## [Task description]
Every line below containing the word "test" should be found and copied.

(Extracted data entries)
───
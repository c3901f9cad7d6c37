/**
 * Where the products come from: a virtual exciter run sample by sample (the network and the stored
 * trims in front of the modelled analog chain and four-phase mixer, read at the fundamental and at
 * LO harmonics 2…9), or a capture of the real exciter's output at the fundamental, with the mixer's
 * harmonic responses predicted from the ideal four-phase mixer.
 *
 * The four-phase commutating mixer (simulate/response.ts): at LO harmonic n the response is
 * `c_n/c_1 = sin(nπ/4)/(n·sin(π/4))` of the fundamental's, carrying the same sideband for
 * n ≡ 1 (mod 4) and the opposite one for n ≡ 3 (mod 4): −9.54 dB at the 3rd (opposite), −13.98 dB
 * at the 5th (same), −16.90 dB at the 7th (opposite), −19.08 dB at the 9th (same).
 */
import { OrthotoneError } from '../core/errors.js';
import type { Correction, Trims } from '../core/trims.js';
import { requireFinite, requirePositive } from '../core/validate.js';
import type { Network } from '../design/network.js';
import { createQuadratureGenerator } from '../generate/quadrature-generator.js';
import type { IqCapture } from '../measure/signal.js';
import { createToneReader } from '../measure/tones.js';
import { measureTwoTone } from '../measure/two-tone.js';
import { createVirtualExciter } from '../simulate/exciter.js';
import type { ExciterModel } from '../simulate/model.js';
import { mixerHarmonicRatio } from '../simulate/response.js';
import type { EmissionProduct } from './check.js';

/** 10·log10 of the PEP-to-mean ratio of two equal tones, dB (= 10·log10 2). */
const TWO_TONE_PEP_TO_MEAN_DB = 10 * Math.log10(2);
const FLOOR_MARGIN_DB = 3;

/** Options of {@link simulateProducts}. */
export interface SimulateProductsOptions {
  network: Network;
  model: ExciterModel;
  trims: Partial<Trims>;
  correction?: Correction | null;
  sideband: 'upper' | 'lower';
  /** Carrier (LO) frequency, Hz. */
  carrierHz: number;
  /** Single test tone, Hz (audio). */
  toneHz: number;
  /** Two-tone test frequencies, Hz (audio). */
  twoToneHz: [number, number];
  /** Peak level of the single tone (and of each of the two tones, −6 dB below it), dBFS (default −6). */
  levelDbfs?: number;
  /** LO harmonics read besides the fundamental (default 2…9). */
  harmonics?: readonly number[];
  /** Seed of the converter and receiver noise (default 1). */
  seed?: number;
  /** Samples analysed per run (default 32768). */
  samples?: number;
}

/** Runs `input` through the network and trims, then through an exciter at LO harmonic `n`. */
function runChain(
  o: SimulateProductsOptions,
  input: Float32Array,
  harmonic: number,
  skip: number,
): IqCapture {
  const gen = createQuadratureGenerator(o.network, {
    trims: o.trims,
    sideband: o.sideband,
    correction: o.correction ?? null,
    rampSeconds: 0,
  });
  const fs = o.network.sampleRate;
  const i = new Float32Array(input.length);
  const q = new Float32Array(input.length);
  gen.process(input, i, q);
  const ex = createVirtualExciter(o.model, { sampleRate: fs, seed: o.seed ?? 1, harmonic });
  const re = new Float32Array(input.length);
  const im = new Float32Array(input.length);
  ex.process(i, q, re, im);
  return { i: re.subarray(skip), q: im.subarray(skip) };
}

/**
 * Products of a virtual exciter: carrier and opposite sideband at the fundamental and the same-side,
 * opposite-side and carrier responses at each LO harmonic (single tone, levels relative to the
 * tone = PEP = mean power), and the 3rd- and 5th-order two-tone products relative to PEP. Read by
 * FFT from the sample-by-sample simulation ({@link createToneReader}, {@link measureTwoTone}).
 * Harmonic products that stay at the receiver's floor are left out, except the 3rd-harmonic
 * opposite and 5th-harmonic same sideband, always listed.
 * @param o see {@link SimulateProductsOptions}; frequencies in Hz, levels in dBFS.
 * @returns products with RF frequencies (n·carrier ± tone) and levels in dB re PEP.
 * @throws {OrthotoneError} INVALID_ARGUMENT / INVALID_DOCUMENT for a bad network, trims or tone
 *   (a tone outside 0…0.45·fs).
 * Reference: simulate/exciter.ts (the chain); docs/REFERENCES.md §5 (two-tone PEP) and §8 (mixer
 * harmonics at 1/n).
 */
export function simulateProducts(o: SimulateProductsOptions): EmissionProduct[] {
  const fs = o.network.sampleRate;
  const fc = requirePositive('carrierHz', o.carrierHz, 'Hz');
  const f = requirePositive('toneHz', o.toneHz, 'Hz');
  for (const t of [f, ...o.twoToneHz]) {
    if (!(t > 0 && t < 0.45 * fs)) {
      throw new OrthotoneError(
        'INVALID_ARGUMENT',
        `test tone ${t} Hz must lie between 0 and ${0.45 * fs} Hz`,
        t,
      );
    }
  }
  const s = o.sideband === 'upper' ? 1 : -1;
  const a = 10 ** (requireFinite('levelDbfs', o.levelDbfs ?? -6) / 20);
  const n = o.samples ?? 32768;
  const skip = 4096;
  const total = n + skip;
  const tone = new Float32Array(total);
  for (let k = 0; k < total; k++) tone[k] = a * Math.cos((2 * Math.PI * f * k) / fs);
  const out: EmissionProduct[] = [];
  const read = (cap: IqCapture) => {
    const r = createToneReader(cap, fs, [s * f, -s * f, 0]);
    return { same: r.read(s * f), opp: r.read(-s * f), dc: r.read(0) };
  };
  const fund = read(runChain(o, tone, 1, skip));
  const ref = fund.same.levelDbfs;
  const prod = (
    name: string,
    kind: EmissionProduct['kind'],
    frequencyHz: number,
    lv: { levelDbfs: number; atFloor: boolean },
    harmonic: number,
  ): EmissionProduct => ({
    name,
    kind,
    frequencyHz,
    levelDbPep: lv.levelDbfs - ref,
    pepToMeanDb: 0,
    source: 'simulated',
    atFloor: lv.atFloor,
    harmonic,
  });
  out.push(prod('carrier', 'carrier', fc, fund.dc, 1));
  out.push(prod('opposite sideband', 'opposite-sideband', fc - s * f, fund.opp, 1));
  for (const h of o.harmonics ?? [2, 3, 4, 5, 6, 7, 8, 9]) {
    const r = read(runChain(o, tone, h, skip));
    const keep = (which: 'same' | 'opp', lv: { atFloor: boolean; aboveFloorDb: number }) =>
      (h === 3 && which === 'opp') ||
      (h === 5 && which === 'same') ||
      (!lv.atFloor && lv.aboveFloorDb > FLOOR_MARGIN_DB);
    if (keep('same', r.same))
      out.push(prod(`LO×${h} same sideband`, 'mixer-harmonic', h * fc + s * f, r.same, h));
    if (keep('opp', r.opp))
      out.push(prod(`LO×${h} opposite sideband`, 'mixer-harmonic', h * fc - s * f, r.opp, h));
    if (!r.dc.atFloor && r.dc.aboveFloorDb > FLOOR_MARGIN_DB)
      out.push(prod(`LO×${h} carrier`, 'mixer-harmonic', h * fc, r.dc, h));
  }
  // Two-tone: each tone 6 dB below the single tone, so the PEP equals the single tone's.
  const [f1, f2] = o.twoToneHz;
  const two = new Float32Array(total);
  for (let k = 0; k < total; k++) {
    two[k] = (a / 2) * (Math.cos((2 * Math.PI * f1 * k) / fs) + Math.cos((2 * Math.PI * f2 * k) / fs));
  }
  out.push(...twoToneProducts(runChain(o, two, 1, skip), fs, fc, [s * f1, s * f2], 'simulated'));
  return out;
}

/**
 * Two-tone products (3rd and 5th order) of an I/Q capture at the fundamental, relative to PEP.
 * @param cap receiver baseband relative to the carrier, full-scale units.
 * @param sampleRate Hz.
 * @param carrierHz RF carrier, Hz (the product's RF frequency is carrier + baseband offset).
 * @param tonesHz the two tones as they appear in the capture (negative for the lower sideband), Hz.
 * @throws {OrthotoneError} as {@link measureTwoTone}.
 * Reference: measure/two-tone.ts (PEP of two tones, Krauss, Bostian & Raab p. 509).
 */
export function twoToneProducts(
  cap: IqCapture,
  sampleRate: number,
  carrierHz: number,
  tonesHz: [number, number],
  source: EmissionProduct['source'],
): EmissionProduct[] {
  const r = measureTwoTone(cap, sampleRate, tonesHz, { maxOrder: 5 });
  const pepToMean = r.pepDbfs - 10 * Math.log10(r.tones[0].amplitude ** 2 + r.tones[1].amplitude ** 2);
  return r.products.map((p) => ({
    name: `IMD${p.order} ${p.side}`,
    kind: 'intermodulation' as const,
    frequencyHz: Math.round((carrierHz + p.frequencyHz) * 1000) / 1000,
    levelDbPep: p.dbPep,
    pepToMeanDb: Number.isFinite(pepToMean) ? pepToMean : TWO_TONE_PEP_TO_MEAN_DB,
    source,
    atFloor: p.reading.atFloor,
  }));
}

/**
 * Products read from a single-tone I/Q capture of the exciter at the fundamental (receiver baseband
 * relative to the carrier): carrier and opposite sideband measured; the mixer's responses at LO
 * harmonics 3, 5, 7, 9 predicted from the ideal four-phase mixer (each measured component times
 * `c_n/c_1`, moved to the side the harmonic carries it to).
 * @param cap the capture, full-scale units.
 * @param sampleRate Hz.
 * @param carrierHz RF carrier, Hz.
 * @param toneHz the test tone, Hz (audio, positive).
 * @param sideband the sideband sent.
 * @throws {OrthotoneError} as {@link createToneReader} (tone beyond Nyquist, capture too short);
 *   INVALID_ARGUMENT when no tone stands above the floor at the wanted frequency, or the opposite
 *   one is stronger (the other sideband was sent).
 * Reference: file header; switching-function Fourier series (simulate/response.ts).
 */
export function captureProducts(
  cap: IqCapture,
  sampleRate: number,
  carrierHz: number,
  toneHz: number,
  sideband: 'upper' | 'lower',
): EmissionProduct[] {
  const s = sideband === 'upper' ? 1 : -1;
  const r = createToneReader(cap, sampleRate, [s * toneHz, -s * toneHz, 0]);
  const w = r.read(s * toneHz);
  const o = r.read(-s * toneHz);
  const c = r.read(0);
  if (w.atFloor) {
    throw new OrthotoneError(
      'INVALID_ARGUMENT',
      `no tone stands above the floor at ${s * toneHz} Hz in the capture: give the test tone with --tone (and --sideband)`,
      toneHz,
    );
  }
  if (o.levelDbfs > w.levelDbfs) {
    throw new OrthotoneError(
      'INVALID_ARGUMENT',
      `the tone at ${-s * toneHz} Hz is stronger than the wanted one at ${s * toneHz} Hz: is this the ${sideband === 'upper' ? 'lower' : 'upper'} sideband? give --sideband ${sideband === 'upper' ? 'lower' : 'upper'}`,
      toneHz,
    );
  }
  const rel = (x: { levelDbfs: number }) => x.levelDbfs - w.levelDbfs;
  const out: EmissionProduct[] = [
    {
      name: 'carrier',
      kind: 'carrier',
      frequencyHz: carrierHz,
      levelDbPep: rel(c),
      pepToMeanDb: 0,
      source: 'measured',
      atFloor: c.atFloor,
      harmonic: 1,
    },
    {
      name: 'opposite sideband',
      kind: 'opposite-sideband',
      frequencyHz: carrierHz - s * toneHz,
      levelDbPep: rel(o),
      pepToMeanDb: 0,
      source: 'measured',
      atFloor: o.atFloor,
      harmonic: 1,
    },
  ];
  for (const h of [3, 5, 7, 9]) {
    const k = 20 * Math.log10(Math.abs(mixerHarmonicRatio(h)));
    // n ≡ 3 (mod 4) swaps the sidebands, n ≡ 1 (mod 4) keeps them.
    const swap = h % 4 === 3 ? -1 : 1;
    out.push({
      name: `LO×${h} ${swap < 0 ? 'opposite' : 'same'} sideband`,
      kind: 'mixer-harmonic',
      frequencyHz: h * carrierHz + swap * s * toneHz,
      levelDbPep: k,
      pepToMeanDb: 0,
      source: 'predicted',
      harmonic: h,
    });
    out.push({
      name: `LO×${h} ${swap < 0 ? 'same' : 'opposite'} sideband`,
      kind: 'mixer-harmonic',
      frequencyHz: h * carrierHz - swap * s * toneHz,
      levelDbPep: k + rel(o),
      pepToMeanDb: 0,
      source: 'predicted',
      harmonic: h,
    });
    out.push({
      name: `LO×${h} carrier`,
      kind: 'mixer-harmonic',
      frequencyHz: h * carrierHz,
      levelDbPep: k + rel(c),
      pepToMeanDb: 0,
      source: 'predicted',
      harmonic: h,
    });
  }
  return out;
}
───
## [Solution to the problem]
  /** Single test tone, Hz (audio). */
  /** Two-tone test frequencies, Hz (audio). */
        `test tone ${t} Hz must lie between 0 and ${0.45 * fs} Hz`,
 * @param toneHz the test tone, Hz (audio, positive).
      `no tone stands above the floor at ${s * toneHz} Hz in the capture: give the test tone with --tone (and --sideband)`,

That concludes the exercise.